Slow Postgres 9.3 queries

I'm trying to figure out if I can speed up two queries on a database storing email messages. Here's the table:

\d messages;
                             Table "public.messages"
     Column     |  Type   |                       Modifiers
----------------+---------+-------------------------------------------------------
 id             | bigint  | not null default nextval('messages_id_seq'::regclass)
 created        | bigint  |
 updated        | bigint  |
 version        | bigint  |
 threadid       | bigint  |
 userid         | bigint  |
 groupid        | bigint  |
 messageid      | text    |
 date           | bigint  |
 num            | bigint  |
 hasattachments | boolean |
 placeholder    | boolean |
 compressedmsg  | bytea   |
 revcount       | bigint  |
 subject        | text    |
 isreply        | boolean |
 likes          | bytea   |
 isspecial      | boolean |
 pollid         | bigint  |
 username       | text    |
 fullname       | text    |
Indexes:
    "messages_pkey" PRIMARY KEY, btree (id)
    "idx_unique_message_messageid" UNIQUE, btree (groupid, messageid)
    "idx_unique_message_num" UNIQUE, btree (groupid, num)
    "idx_group_id" btree (groupid)
    "idx_message_id" btree (messageid)
    "idx_thread_id" btree (threadid)
    "idx_user_id" btree (userid)

Output from SELECT relname, relpages, reltuples::numeric, pg_size_pretty(pg_table_size(oid)) FROM pg_class WHERE oid='messages'::regclass;

 relname  | relpages | reltuples | pg_size_pretty
----------+----------+-----------+----------------
 messages |  1584913 |   7337880 | 32 GB

Some possibly relevant postgres config values:

shared_buffers = 1536MB
effective_cache_size = 4608MB
work_mem = 7864kB
maintenance_work_mem = 384MB

Here are the explain analyze outputs:

explain analyze SELECT * FROM messages WHERE groupid=1886 ORDER BY id ASC LIMIT 20 offset 4440;
                                                                      QUERY PLAN
-------------------------------------------------------------------------------------------------------------------------------------------------------
 Limit  (cost=479243.63..481402.39 rows=20 width=747) (actual time=14167.374..14167.408 rows=20 loops=1)
   ->  Index Scan using messages_pkey on messages  (cost=0.43..19589605.98 rows=181490 width=747) (actual time=14105.172..14167.188 rows=4460 loops=1)
         Filter: (groupid = 1886)
         Rows Removed by Filter: 2364949
 Total runtime: 14167.455 ms
(5 rows)

The second query:

explain analyze SELECT * FROM messages WHERE groupid=1886 ORDER BY created ASC LIMIT 20 offset 4440;
                                                                        QUERY PLAN
----------------------------------------------------------------------------------------------------------------------------------------------------------
 Limit  (cost=538650.72..538650.77 rows=20 width=747) (actual time=671.983..671.992 rows=20 loops=1)
   ->  Sort  (cost=538639.62..539093.34 rows=181490 width=747) (actual time=670.680..671.829 rows=4460 loops=1)
         Sort Key: created
         Sort Method: top-N heapsort  Memory: 7078kB
         ->  Bitmap Heap Scan on messages  (cost=7299.11..526731.31 rows=181490 width=747) (actual time=84.975..512.969 rows=200561 loops=1)
               Recheck Cond: (groupid = 1886)
               ->  Bitmap Index Scan on idx_unique_message_num  (cost=0.00..7253.73 rows=181490 width=0) (actual time=57.239..57.239 rows=203423 loops=1)
                     Index Cond: (groupid = 1886)
 Total runtime: 672.787 ms
(9 rows)

This is on an SSD, 8GB Ram instance, load average is usually around 0.15.
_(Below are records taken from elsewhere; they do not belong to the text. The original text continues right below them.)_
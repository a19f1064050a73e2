package org.polebench.circuit;

import java.util.ArrayList;
import java.util.List;
import org.junit.jupiter.api.Test;
import org.polebench.InputProblem;
import org.polebench.SealedCases;

/**
 * Every closed set of the circuit model that code tells apart through a {@code Cases} visitor
 * has one case per permitted type, and each type's {@code match} calls its own (issue 12: a
 * new part type must be found by the compiler, not run the code of another). The samples
 * come from the two demo stages, a BJT stage and a MOSFET stage, which between them hold one
 * of every type.
 */
class SealedCasesTest {

    private static List<Stage> demoStages() throws InputProblem {
        return List.of(new StageReader().read(StageFiles.demo("hydrophone-preamp-ce.stage.yaml")).stage(),
                new StageReader().read(StageFiles.demo("vibration-buffer-cs.stage.yaml")).stage());
    }

    @SuppressWarnings("unchecked")
    @Test
    void everyPartTypeHasItsOwnCase() throws InputProblem {
        List<Part> parts = new ArrayList<>();
        for (Stage stage : demoStages()) {
            parts.addAll(stage.parts());
        }
        SealedCases.assertEveryTypeHasItsOwnCase(Part.class, Part.Cases.class, parts,
                (part, cases) -> part.match((Part.Cases<Object>) cases));
    }

    @SuppressWarnings("unchecked")
    @Test
    void everyTransistorTypeHasItsOwnCase() throws InputProblem {
        List<Transistor> transistors = new ArrayList<>();
        for (Stage stage : demoStages()) {
            transistors.addAll(stage.transistors());
        }
        SealedCases.assertEveryTypeHasItsOwnCase(Transistor.class, Transistor.Cases.class, transistors,
                (transistor, cases) -> transistor.match((Transistor.Cases<Object>) cases));
    }

    @SuppressWarnings("unchecked")
    @Test
    void everyKindOfOperatingPointHasItsOwnCase() throws InputProblem {
        List<OperatingPoint> points = new ArrayList<>();
        for (Stage stage : demoStages()) {
            points.addAll(new BiasSolver().solve(stage).transistors());
        }
        SealedCases.assertEveryTypeHasItsOwnCase(OperatingPoint.class, OperatingPoint.Cases.class, points,
                (point, cases) -> point.match((OperatingPoint.Cases<Object>) cases));
    }

    @SuppressWarnings("unchecked")
    @Test
    void everyKindOfNetworkElementHasItsOwnCase() throws InputProblem {
        List<NetworkElement> elements = new ArrayList<>();
        for (Stage stage : demoStages()) {
            elements.addAll(new SmallSignalExpansion().expand(stage, new BiasSolver().solve(stage)).elements());
        }
        SealedCases.assertEveryTypeHasItsOwnCase(NetworkElement.class, NetworkElement.Cases.class, elements,
                (element, cases) -> element.match((NetworkElement.Cases<Object>) cases));
    }
}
I'm definitely no expert. Is this a case of the data just being spread throughout the disk? Is my only solution to use CLUSTER?

One thing I don't understand is why is it using idx_unique_message_num as the index for the second query. And why is ordering by ID so much slower?

Solution

If there are many records with groupid=1886 (from comment: there are 200,563), to get to records at an OFFSET of a sorted subset of rows, would require sorting (or an equivalent heap algorithm) which is slow.

This could be solved by adding an index. In this case, one on (groupid,id) and another on (groupid,created).

From comment: This indeed helped, taking down the runtime to 5ms-10ms.